▶ **PROBLEM TO WORK ON**
The answer must consist of each line of the records below that contains the string "readFileSync".
━━ MATERIALS PROVIDED ━━
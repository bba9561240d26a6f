/**
 * `npm run bench`: every benchmark, each running its reference in the same run
 * and printing the ratio. Pass names to run a subset: `npm run bench -- factors`.
 * `whole` (first) times whole processes as users run them; the others are
 * in-process figures, for diagnosis.
 * Speed and memory are measured here, never asserted in tests.
 */
const suites: Record<string, () => Promise<unknown>> = {
  whole: async () => (await import('./wholeProcess.js')).benchWholeProcess(),
  sphere: async () => (await import('./sphere.js')).benchSphere(),
  read: async () => (await import('./readMap.js')).benchReadMap(),
  factors: async () => (await import('./factors.js')).benchFactors(),
  templates: async () => (await import('./templates.js')).benchTemplates(),
  render: async () => (await import('./render.js')).benchRender(),
  physics: async () => (await import('./physics.js')).benchPhysics(),
  peakMemory: async () => (await import('./peakMemory.js')).benchPeakMemory(),
  cache: async () => (await import('./cache.js')).benchCache(),
  projection: async () => (await import('./projection.js')).benchProjection(),
  streaming: async () => (await import('./streaming.js')).benchStreaming(),
  survival: async () => (await import('./survival.js')).benchSurvival(),
};

const wanted = process.argv.slice(2);
const names = wanted.length ? wanted : Object.keys(suites);
for (const name of names) {
  const run = suites[name];
  if (!run) {
    console.error(`unknown benchmark '${name}'; known: ${Object.keys(suites).join(', ')}`);
    process.exitCode = 2;
    continue;
  }
  console.log(`\n== ${name} ==`);
  await run();
}
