/**
 * Measures the line-of-sight quadrature error of a Galactic template against a
 * converged run (step 1/16 kpc, 8 nodes per segment): worst and median relative
 * difference over all pixels at Nside 16, for several steps and node counts.
 * Run: npx tsx bench/templatesConvergence.ts
 */
import { parseTemplateSpec } from '../src/templates/templateSpec.js';
import { buildTemplate } from '../src/templates/buildTemplate.js';

const SPEC = parseTemplateSpec(`name: convergence
gas:
  - {component: hiDickeyLockman}
  - {component: h2NakanishiSofue2006, factor: 2}
cosmicRays: {distribution: lorimer2006, haloHeightKpc: 4}`);

export async function convergenceTable(nside = 16): Promise<string[]> {
  const ref = (await buildTemplate(SPEC, { nside, oversample: 1, stepKpc: 1 / 16, nodesPerSegment: 8 })).map.planes[0];
  const lines = ['step_kpc nodes samples worst_rel median_rel'];
  for (const [step, nodes] of [[1, 4], [0.5, 4], [0.5, 6], [0.25, 4], [0.25, 6], [0.125, 4]] as const) {
    const m = await buildTemplate(SPEC, { nside, oversample: 1, stepKpc: step, nodesPerSegment: nodes });
    const rel = Array.from(m.map.planes[0], (v, i) => Math.abs(v / ref[i] - 1)).sort((a, b) => a - b);
    const samples = Number(m.map.meta?.LOSSAMP ?? NaN);
    lines.push(`${step} ${nodes} ${samples} ${rel[rel.length - 1].toExponential(2)} ${rel[rel.length >> 1].toExponential(2)}`);
  }
  return lines;
}

if (import.meta.url === `file://${process.argv[1]}`) {
  for (const l of await convergenceTable()) console.log(l);
}
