/**
 * Benchmark of a large cache entry: one Nside 1024 float64 plane (100.7 MB),
 * stored (encode with SHA-256 + atomic write) and read back with every check
 * (length, SHA-256, kind and key), against the reference of reading the same
 * file's bytes with readFileSync and nothing else; also SHA-256 alone over
 * the bytes, and the region evaluation the entry would spare at that Nside.
 * Prints times, MB/s and the ratios. Run alone: npx tsx bench/cache.ts
 */
import { createHash } from 'node:crypto';
import { mkdtempSync, readFileSync, rmSync } from 'node:fs';
import { tmpdir } from 'node:os';
import { join } from 'node:path';
import { ArtefactCache } from '../src/plan/cache.js';
import { parseRegionDocument } from '../src/regions/document.js';
import { evaluateRegion } from '../src/regions/evaluate.js';

const NSIDE = 1024;

function best(n: number, f: () => void): number {
  let b = Infinity;
  for (let i = 0; i < n; i++) { const t = performance.now(); f(); b = Math.min(b, performance.now() - t); }
  return b;
}

export async function benchCache(): Promise<void> {
  const dir = mkdtempSync(join(tmpdir(), 'skyspan-bench-cache-'));
  try {
    const plane = new Float64Array(12 * NSIDE * NSIDE);
    for (let i = 0; i < plane.length; i++) plane[i] = 1 + Math.sin(i * 1e-4);
    const mb = plane.byteLength / 1e6;
    const cache = new ArtefactCache(dir);
    const key = cache.key('template', { bench: NSIDE });
    const putMs = best(2, () => cache.put('template', key, 'bench', { meta: { nside: NSIDE }, arrays: [plane] }));
    const getMs = best(3, () => { if (!cache.get('template', key, 'bench')) throw new Error('entry not read back'); });
    const rawMs = best(3, () => readFileSync(cache.path('template', key)));
    const bytes = new Uint8Array(plane.buffer);
    const shaMs = best(3, () => createHash('sha256').update(bytes).digest());
    const doc = parseRegionDocument('frame: galactic\nregions:\n  plane:\n    band: { absLatDeg: [0, 5] }\n', 'bench.yaml');
    const regionMs = best(1, () => evaluateRegion(doc, 'plane', { nside: NSIDE, frame: 'galactic', mode: 'fraction' }));
    console.log(`entry: Nside ${NSIDE}, one float64 plane, ${mb.toFixed(1)} MB`);
    console.log(`SHA-256 alone: ${shaMs.toFixed(0)} ms (${(mb / shaMs * 1e3).toFixed(0)} MB/s)`);
    console.log(`store (encode, checksum, write, fsync, rename): ${putMs.toFixed(0)} ms`);
    console.log(`read with checks: ${getMs.toFixed(0)} ms; raw readFileSync: ${rawMs.toFixed(0)} ms; ratio ${(getMs / rawMs).toFixed(2)}`);
    console.log(`region evaluation the entry spares (|b| < 5 deg band, coverage fractions): ${regionMs.toFixed(0)} ms; checked read / evaluation ${(getMs / regionMs).toFixed(2)}`);
  } finally {
    rmSync(dir, { recursive: true, force: true });
  }
}

if (import.meta.url === `file://${process.argv[1]}`) await benchCache();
━━━
▶ **RESPONSE**
 * file's bytes with readFileSync and nothing else; also SHA-256 alone over
import { mkdtempSync, readFileSync, rmSync } from 'node:fs';
    const rawMs = best(3, () => readFileSync(cache.path('template', key)));
    console.log(`read with checks: ${getMs.toFixed(0)} ms; raw readFileSync: ${rawMs.toFixed(0)} ms; ratio ${(getMs / rawMs).toFixed(2)}`);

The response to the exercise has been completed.